___ Extracted records

import { expect, test } from "vitest";
import hues from "./dark-room-hues.css?raw";
import tokens from "./tokens.css?raw";

/** Colours of one theme as the style sheet holds them. */
function colours(css: string, theme: string): Record<string, string> {
  const block = new RegExp(`\\[data-theme="${theme}"\\]\\s*\\{([^}]*)\\}`).exec(css)?.[1] ?? "";
  return Object.fromEntries(
    [...block.matchAll(/--([\w-]+):\s*(#[0-9A-F]{6})/gi)].map((match) => [match[1] ?? "", match[2] ?? ""]),
  );
}

const linear = (channel: number) => (channel <= 0.04045 ? channel / 12.92 : ((channel + 0.055) / 1.055) ** 2.4);
function luminance(hex: string): number {
  const [r = 0, g = 0, b = 0] = [1, 3, 5].map((i) => linear(Number.parseInt(hex.slice(i, i + 2), 16) / 255));
  return 0.2126 * r + 0.7152 * g + 0.0722 * b;
}
const contrast = (a: string, b: string) =>
  (Math.max(luminance(a), luminance(b)) + 0.05) / (Math.min(luminance(a), luminance(b)) + 0.05);

const red = colours(tokens, "dark-room");

test.each(["amber", "green"])("%s keeps every contrast of the red dark room", (hue) => {
  const theme = colours(hues, `dark-room-${hue}`);
  expect(Object.keys(theme)).toHaveLength(16);
  expect(Object.keys(theme).sort()).toEqual(Object.keys(red).sort());
  for (const [name, colour] of Object.entries(theme)) {
    expect(contrast(colour, theme["ground"] ?? ""), name).toBeCloseTo(
      contrast(red[name] ?? "", red["ground"] ?? ""),
      1,
    );
  }
});

test.each(["paper", "ink", "dark-room"])(
  "text on %s reads at 4.5:1 on every ground, graphics at 3:1 (WCAG 2.2)",
  (name) => {
    const css = tokens.replace(':root, [data-theme="paper"]', '[data-theme="paper"]');
    const theme = colours(css, name);
    const of = (token: string) => theme[token] ?? "";
    for (const ground of ["ground", "sheet", "chosen", "band"]) {
      for (const text of ["ink", "quiet", "accent", "near", "out"])
        expect(contrast(of(text), of(ground)), `${text} on ${ground}`).toBeGreaterThanOrEqual(4.5);
      expect(contrast(of("graph"), of(ground)), `graph on ${ground}`).toBeGreaterThanOrEqual(3);
    }
  },
);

______

**Task brief**
Take every line from the data that includes the word "each".

**Output of the task**
test.each(["amber", "green"])("%s keeps every contrast of the red dark room", (hue) => {
test.each(["paper", "ink", "dark-room"])(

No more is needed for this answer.